5. Fertilisers: Import of fertilisers in 1991-92 stood at $ 954 million. In 2003-04 spending on
import of fertilizers was $ 635 million.
The imports of fertilisers have weakened, which specifies less dependence of India on introduced
fertilisers. The share in total introductions of fertilisers was 4.1% in 1990-91, which came down
to 1.5% in 2005-06.
Notes Punjab State is predominantly an agricultural state with two-third of its population
directly or indirectly dependent on agriculture. And, thus, helps in increasing the Indian
Economy.
8.6 Balance of Payment on Current Account
This section emphasises on the balance of payment on current account. Balance of Payments
(BoP) statistics methodically reviews the economic dealings of an economy with the rest of the
World for a definite period. The Reserve Bank of India (RBI) is accountable for compilation and
distribution of BoP data. BoP is approximately consistent with the strategies and rules contained
in the BoP Manual of the International Monetary Fund.

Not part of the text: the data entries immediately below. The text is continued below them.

import * as fc from 'fast-check';
import { cellsOf, coverOf, stretchesOf, topLevel, widthUs } from '@/server/store/sample-levels';

const eveningUs = Date.parse('2031-05-06T20:00:00Z') * 1000;
const us = fc.integer({ min: -40 * 86_400_000_000, max: 400 * 86_400_000_000 }).map((offset) => eveningUs + offset);

test('the pieces of a window follow each other without gap or overlap, each of whole buckets, few of them finer than the widest', () => {
  fc.assert(
    fc.property(us, us, fc.integer({ min: 0, max: topLevel }), (one, other, top) => {
      const [fromUs, toUs] = [Math.min(one, other), Math.max(one, other)];
      const pieces = coverOf({ fromUs, toUs }, top);
      expect(pieces.map((piece) => piece.fromUs)).toEqual(
        fromUs === toUs ? [] : [fromUs, ...pieces.slice(0, -1).map((piece) => piece.toUs)],
      );
      expect(pieces.at(-1)?.toUs).toBe(fromUs === toUs ? undefined : toUs);
      for (const { level, fromUs: from, toUs: to } of pieces) {
        if (level === null) expect(to - from).toBeLessThan(2 * widthUs(0));
        else {
          expect([Math.abs(from % widthUs(level)), Math.abs(to % widthUs(level))]).toEqual([0, 0]);
          // Seven before the next wider bucket begins, and seven after the last has ended.
          if (level < top) expect((to - from) / widthUs(level)).toBeLessThanOrEqual(14);
        }
      }
    }),
  );
});

test('a window of years is a few thousand buckets at most', () => {
  const pieces = coverOf({ fromUs: eveningUs + 1, toUs: eveningUs + 10 * 365 * 86_400_000_000 });
  const buckets = pieces.reduce((sum, { level, fromUs, toUs }) => sum + (level === null ? 0 : (toUs - fromUs) / widthUs(level)), 0);
  expect(buckets).toBeLessThan(5000);
});

test('cells are whole buckets, as many as asked for or fewer, and no more than 8 buckets wide below the widest level', () => {
  fc.assert(
    fc.property(fc.integer({ min: 1, max: 400 * 86_400 }), fc.integer({ min: 5, max: 2000 }), (spanS, cells) => {
      const { level, stepUs } = cellsOf(spanS * 1e6, cells);
      expect(stepUs % widthUs(level)).toBe(0);
      expect(Math.ceil((spanS * 1e6) / stepUs) + 1).toBeLessThanOrEqual(cells);
      if (level < topLevel) expect(stepUs / widthUs(level)).toBeLessThanOrEqual(8);
    }),
  );
});

test('instants lie in stretches of whole buckets, neighbours in one, in order, also before 1970', () => {
  const stretches = stretchesOf(Float64Array.of(5999.9996, 1999.9994, 4000, -0.001, 4001, 12_000));
  expect(stretches.map(({ fromUs, toUs }) => [fromUs / 1e6, toUs / 1e6])).toEqual([
    [-2, 2],
    [4, 8],
    [12, 14],
  ]);
});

Balance of payment (BoP) comprises current account, capital account, errors and omissions and
changes in foreign exchange reserves. Below current account of the BoP, dealings are categorised
into merchandise (exports and imports) and invisibles. Invisible transactions are further
categorised into three categories, namely:
Income
Services–travel, transportation, insurance, Government not included elsewhere (GNIE)
and miscellaneous (such as, communication, construction, financial, software, news agency,
royalties, management and business services)
Transfers (grants, gifts, remittances, etc.) which do not have any quid pro quo
Under the Capital Account, capital influxes can be categorised by instrument (debt or equity)
and maturity (short or long-term). The main workings of the capital account comprise foreign
investment, loans and banking capital. Foreign investment, comprising Foreign Direct Investment
(FDI) and Portfolio Investment consisting of Foreign Institutional Investors (FIIs) investment,
American Depository Receipts/Global Depository Receipts (ADRs/GDRs) represents non-debt
liabilities, although loans (external assistance, external commercial borrowings and trade credit)
and banking capital, comprising non-resident Indian (NRI) deposits are debt liabilities.
The data on merchandise skill are offered from two sources namely:
(a) From the Directorate General of Commercial Intelligence and Statistics (DGCI&S) on
customs basis;
(b) From RBI on payments (which includes both receipts and payments) basis.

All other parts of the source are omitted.